The versicle, Glory be to the Father and to the Son anal to the Holy Ghost, is said before each decade of the Rosary. It is a salutation of praise to the Blessed Trinity. The name doxology, applied to it, is derived from the Greek, meaning a word of praise or glory.
The generally received opinion attributes the origin of the doxology to the 1st Council of Nice, held in 325, against the Arian heretics who denied the Divinity of the Eternal Word. But Pope Benedict XIV. (De Festo SS. Trinitatis) proves that it existed and was used by the faithful before the time of that Council, and that it arose naturally from the formula of baptism given by our Lord to the Apostles—baptizing them in the name of the Father and of the Son and of the Holy Ghost (St. Matt. xxviii.) The response, as it was in the beginning, etc., was most probably added by the Nicene Synod, to meet the errors of the Arians who asserted that the Son was not born of the Father in the beginning, that is, from all eternity, but in time.

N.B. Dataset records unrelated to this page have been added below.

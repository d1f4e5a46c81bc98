import { Link, useSearchParams } from 'react-router-dom';
import { ConfirmButton } from '../features/accounts/confirm-button';
import { Door } from '../features/accounts/form-parts';
import { usePageTitle } from '../lib/page-title';

export function Component() {
  usePageTitle('Confirm your e-mail');
  const token = useSearchParams()[0].get('token');
  return (
    <Door title="Confirm your e-mail">
      {token ? (
        <>
          <p>One press, and mails about your questions and your build come to this address.</p>
          <ConfirmButton token={token} />
        </>
      ) : (
        <p>
          The link is not whole: open it from the mail once more, or{' '}
          <Link to="/sign-up">make the account again</Link>.
        </p>
      )}
    </Door>
  );
}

The same learned Pontiff combats the opinion that the practice of adding Glory be to the Father, etc., at the end of the Psalms in the Divine Office, was introduced into the West by the order of Pope St. Damasus, in the end of the 4th century, by the advice of St. Jerome, who had heard it sung by the Oriental monks, though this opinion has, in its favor the 6th Lesson in the Office of St. Damasus (December 11th:) Statuit, ut, quod pluribus jam locis erat in usu, psalmi, per omnes ecclesias, die noctuque ab alternis canerentur, et in fine cujusque psalmi diceretur, Gloria Patri, etc. Benedict XIV. thinks that the practice in question arose from a Canon of the Council of Narbonne, in 589, which was, in course of time, adopted through-out the Church.
There are few devotions to which the Holy See has granted so many indulgences as to the Rosary; one hundred days for each Our Father and Hail Mary, and a plenary indulgence once a year, on any day the reciter may choose. To gain the latter the usual conditions of a plenary indulgence must be complied with, that is, confession, communion, and prayers for the wants of the Church. It need not be said that a person must be in a state of grace, because an indulgence, being the remission of the temporal punishment due to sin, cannot avail until the sin itself, and, consequently, its eternal punishment, are removed.
To gain the indulgences of the Rosary, the beads must be blessed by a priest having the requisite faculties, and the recitation of the prayers must be accompanied, according to very many who have written on the subject, by meditation on the mysteries of our Lord and Lady, if the person reciting the beads is capable of meditating.
|The Five Glorious Mysteries|
For Sundays, Wednesdays, and Saturdays.
|The Five Joyful Mysteries|
For Mondays and Thursdays.
|The Five Sorrowful Mysteries|
For Tuesdays and Fridays.
Many pious persons make it a point to have their beads always about them during the day, and to place them around their neck or under their pillow at night. Faithful soldiers of Mary, they have their arms always in their hands. Let bad thoughts attack them or dangers menace, and at once the faithful fingers are on the beads, the Hail Mary is on their lips, the image of their Mother is before them, and the victory is won. Let us adopt this easy and salutary practice; it will save us from at least one temptation, that of omitting to say our beads because we have them not at hand.